(Stored items)
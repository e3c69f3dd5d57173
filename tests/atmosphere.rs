//! The standard atmospheres checked against their published values, an independent
//! implementation from PyPI, and an f64 evaluation of the defining equations.
// Reference values keep their published digits.
#![allow(clippy::excessive_precision)]

mod common;

use common::{ICAO64, MICROMATH, US76, height_limit, read_csv};
use isohypse::atmosphere::{self, ICAO, US_1976};
use isohypse::geopotential::{self, Gravity};
use isohypse::hypsometric;
use isohypse::{Error, Height, Pressure, Temperature};

fn pa(x: f32) -> Pressure {
    Pressure::from_pa(x).unwrap()
}
fn m(x: f32) -> Height {
    Height::from_meters(x).unwrap()
}

#[test]
fn base_pressures_follow_from_constants() {
    // Our f32 tables against the f64 chain of the layer equations (U.S. 1976 eq. 33a/b).
    for (model, reference) in [(&US_1976, &US76), (&ICAO, &ICAO64)] {
        let bases = reference.bases();
        for (layer, base) in model.layers.iter().zip(bases.iter()) {
            assert_eq!(layer.base_geopotential_m as f64, base.0);
            assert!((layer.base_temperature_k as f64 - base.1).abs() < 1e-4);
            assert_eq!(layer.lapse_rate_k_per_m as f64, base.2 as f32 as f64);
            let rel = (layer.base_pressure_pa as f64 - base.3).abs() / base.3;
            assert!(rel < 1e-7, "{}: base {} rel {rel}", model.name, base.0);
        }
        let top = model.layers[8];
        assert_eq!(top.base_geopotential_m as f64, reference.top as f32 as f64);
        let (t, p) = reference.at_geopotential(reference.top);
        assert!((top.base_temperature_k as f64 - t).abs() < 1e-4);
        assert!(
            (top.base_pressure_pa as f64 - p).abs() / p < 1e-7,
            "{} top",
            model.name
        );
    }
    // Printed base pressures of U.S. Standard Atmosphere 1976 (Table 4 and part 4
    // tables; 7 significant digits, values from memory of the printed table).
    let printed = [
        (0.0, 101_325.0),
        (11_000.0, 22_632.06),
        (20_000.0, 5_474.889),
        (32_000.0, 868.0187),
        (47_000.0, 110.9063),
        (51_000.0, 66.93887),
        (71_000.0, 3.956420),
    ];
    for (h, p) in printed {
        let layer = US_1976
            .layers
            .iter()
            .find(|l| l.base_geopotential_m == h)
            .unwrap();
        let rel = (layer.base_pressure_pa as f64 - p).abs() / p;
        assert!(
            rel < 1e-6,
            "base {h}: {} vs printed {p}",
            layer.base_pressure_pa
        );
    }
}

#[test]
fn us1976_published_table_values() {
    // U.S. Standard Atmosphere 1976, part 4 tables at geometric heights: (z m, T K, p Pa,
    // rho kg/m^3), 5-6 significant digits as printed (values from memory of the table;
    // the fluids vectors below check the same heights independently).
    let rows: [(f32, f32, f32, f32); 9] = [
        (0.0, 288.150, 101_325.0, 1.2250),
        (5_000.0, 255.676, 54_048.0, 0.736_43),
        (10_000.0, 223.252, 26_500.0, 0.413_51),
        (20_000.0, 216.650, 5_529.3, 0.088_910),
        (30_000.0, 226.509, 1_197.0, 0.018_410),
        (40_000.0, 250.350, 287.14, 0.003_995_7),
        (50_000.0, 270.650, 79.779, 0.001_026_9),
        (70_000.0, 219.585, 5.220_9, 8.282_9e-5),
        // At 86 km the table prints kinetic temperature 186.87 K; the library returns
        // the molecular-scale temperature TM = 186.946 K, which equals kinetic
        // temperature below 80 km and differs by M/M0 = 0.999 579 at 86 km (Table 8).
        (86_000.0, 186.946, 0.373_38, 6.958e-6),
    ];
    for (z, t, p, rho) in rows {
        let s = US_1976.at_geometric(m(z)).unwrap();
        assert!((s.temperature.kelvin() - t).abs() < 0.01, "T at {z}");
        assert!(
            (s.pressure.pa() - p).abs() / p < 1e-4,
            "p at {z}: {}",
            s.pressure.pa()
        );
        assert!((s.density_kg_m3 - rho).abs() / rho < 2e-4, "rho at {z}");
    }
}

#[test]
fn icao_published_values() {
    // ICAO Doc 7488/3 (1993) table at geopotential heights (values from memory of the
    // table): 1000 m -> 898.746 hPa, 281.65 K; 5000 m -> 540.199 hPa (printed 540.20),
    // 255.65 K; 11 000 m -> 226.32 hPa, 216.65 K.
    for (h, p_hpa, t) in [
        (1_000.0, 898.746, 281.65),
        (5_000.0, 540.20, 255.65),
        (11_000.0, 226.32, 216.65),
    ] {
        let s = ICAO.at_geopotential(m(h)).unwrap();
        assert!((s.pressure.hpa() - p_hpa).abs() < 0.01, "ICAO p at {h}");
        assert!((s.temperature.kelvin() - t).abs() < 1e-3);
    }
    // The two constant sets differ by 1e-6 to 9e-6 in relative pressure above sea level
    // (design notes; follows from M0 = 28.9644 vs 28.964420).
    let mut max_rel = 0.0f64;
    for k in 1..=80 {
        let h = k as f64 * 1000.0;
        let (_, pu) = US76.at_geopotential(h);
        let (_, pi) = ICAO64.at_geopotential(h);
        let rel = (pu - pi).abs() / pu;
        max_rel = max_rel.max(rel);
        assert!(rel > 1e-8 && rel < 1e-5, "h {h}: rel {rel}");
        // our f32 ICAO agrees with its own f64 reference
        let ours = ICAO.at_geopotential(m(h as f32)).unwrap().pressure.pa() as f64;
        assert!((ours - pi).abs() / pi < 1e-6, "ICAO f32 at {h}");
    }
    println!("ICAO vs U.S. 1976 max relative pressure difference to 80 km: {max_rel:.2e}");
}

#[test]
fn agrees_with_fluids_reference_vectors() {
    // Vectors from fluids 1.3.1 (PyPI), fluids.atmosphere.ATMOSPHERE_1976: see
    // tests/reference/gen_us1976.py.
    let (header, rows) = read_csv(include_str!("reference/us1976_fluids.csv"));
    assert_eq!(
        header,
        [
            "geometric_m",
            "geopotential_m",
            "temperature_k",
            "pressure_pa",
            "density_kg_m3"
        ]
    );
    assert!(rows.len() > 300);
    let mut worst_inverse = 0.0f64;
    for r in &rows {
        let (z, h, t, p, rho) = (r[0], r[1], r[2], r[3], r[4]);
        let ours_h = geopotential::geopotential_from_geometric(m(z as f32), 6_356_766.0)
            .unwrap()
            .meters() as f64;
        // within one f32 step of the value (0.008 m near 65 km)
        let step = (h as f32).abs().max(1.0) * f32::EPSILON;
        assert!(
            (ours_h - h).abs() <= step as f64,
            "H at {z}: {ours_h} vs {h}"
        );
        let s = US_1976.at_geometric(m(z as f32)).unwrap();
        // fluids holds T constant above 84 852 m' (where U.S. 1976 ends); 86 km
        // geometric lies 0.046 m' above that, so compare temperature below it only.
        if h <= 84_852.0 {
            assert!((s.temperature.kelvin() as f64 - t).abs() < 1e-4, "T at {z}");
        }
        assert!((s.pressure.pa() as f64 - p).abs() / p < 2e-6, "p at {z}");
        assert!(
            (s.density_kg_m3 as f64 - rho).abs() / rho < 3e-6,
            "rho at {z}"
        );
        // Inverse: pressure altitude of the (f32-rounded) reference pressure.
        let p32 = p as f32;
        let z_expect = US76.pressure_altitude(p32 as f64);
        let ours = atmosphere::pressure_altitude(pa(p32)).unwrap().meters() as f64;
        let err = (ours - z_expect).abs();
        assert!(err <= height_limit(z), "inverse at {z}: err {err} m");
        let z_f64 = US76.pressure_altitude(p);
        assert!(
            (z_f64 - z).abs() < 1e-6,
            "f64 ref vs fluids at {z}: {z_f64}"
        );
        worst_inverse = worst_inverse.max(err);
        // Height and temperature from one inversion: the same height, and the
        // reference temperature (its lapse rate of at most 4 K/km times the inverse
        // error above, plus f32 rounding).
        let (h2, t2) = US_1976.pressure_altitude_with_temperature(pa(p32)).unwrap();
        assert_eq!(h2.meters() as f64, ours, "same height at {z}");
        if h <= 84_852.0 {
            let t_limit = 1e-4 + 0.004 * height_limit(z);
            assert!(
                (t2.kelvin() as f64 - t).abs() < t_limit,
                "T from p at {z}: {} vs {t}",
                t2.kelvin()
            );
        }
    }
    println!(
        "fluids vectors: {} rows, worst inverse error {worst_inverse:.4} m",
        rows.len()
    );
}

/// Pressure -> height error of the f32 library against the f64 evaluation of the same
/// standard, swept over every f32 step of a dense log-spaced pressure grid.
#[test]
fn accuracy_sweep_against_f64() {
    let p_hi = US_1976.bottom_pressure_pa() as f64;
    let p_lo = US_1976.top_pressure_pa() as f64;
    let n = 400_000;
    // bands by geometric height, km
    let bands: [(f64, f64); 9] = [
        (-5.0, 0.0),
        (0.0, 11.0),
        (11.0, 20.0),
        (20.0, 32.0),
        (32.0, 47.0),
        (47.0, 51.0),
        (51.0, 71.0),
        (71.0, 86.0),
        (0.0, 86.0),
    ];
    let mut worst = [0.0f64; 9];
    let mut worst_300_1100 = 0.0f64;
    for i in 0..=n {
        let f = i as f64 / n as f64;
        let p = (p_hi.ln() + f * (p_lo.ln() - p_hi.ln())).exp() as f32;
        if (p as f64) > p_hi || (p as f64) < p_lo {
            continue;
        }
        let ours = atmosphere::pressure_altitude(pa(p)).unwrap().meters() as f64;
        let exact = US76.pressure_altitude(p as f64);
        let err = (ours - exact).abs();
        let zk = exact / 1000.0;
        for (b, (lo, hi)) in bands.iter().enumerate() {
            if zk >= *lo && zk <= *hi {
                worst[b] = worst[b].max(err);
            }
        }
        if (30_000.0..=110_000.0).contains(&p) {
            worst_300_1100 = worst_300_1100.max(err);
        }
    }
    let backend = if cfg!(all(feature = "micromath", not(feature = "libm"))) {
        "micromath"
    } else {
        "libm"
    };
    println!("pressure -> height, f32 ({backend}) vs f64 U.S. 1976, worst |error| by band:");
    println!("| band (km) | worst error (m) |");
    println!("| --- | --- |");
    for (b, (lo, hi)) in bands.iter().enumerate() {
        println!("| {lo} to {hi} | {:.4} |", worst[b]);
    }
    println!("| 300-1100 hPa | {worst_300_1100:.4} |");
    if cfg!(all(feature = "micromath", not(feature = "libm"))) {
        // Goal for the fast backend (design notes): <= 0.5 m in 300-1100 hPa.
        assert!(
            worst_300_1100 <= 0.5,
            "micromath 300-1100 hPa: {worst_300_1100}"
        );
    } else {
        // Goals: <= 1 cm to 51 km, <= 5 cm to 86 km.
        for (b, (_, hi)) in bands.iter().enumerate() {
            let limit = if *hi <= 51.0 { 0.01 } else { 0.05 };
            assert!(worst[b] <= limit, "band {b}: {} m", worst[b]);
        }
    }
}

> _Task prompt_
Start with the line above that contains "assert!(rows.len() > 300);" and stop after the line that contains "let step = (h". Output those lines exactly, and only those.

> _Response_
    assert!(rows.len() > 300);
    let mut worst_inverse = 0.0f64;
    for r in &rows {
        let (z, h, t, p, rho) = (r[0], r[1], r[2], r[3], r[4]);
        let ours_h = geopotential::geopotential_from_geometric(m(z as f32), 6_356_766.0)
            .unwrap()
            .meters() as f64;
        // within one f32 step of the value (0.008 m near 65 km)
        let step = (h as f32).abs().max(1.0) * f32::EPSILON;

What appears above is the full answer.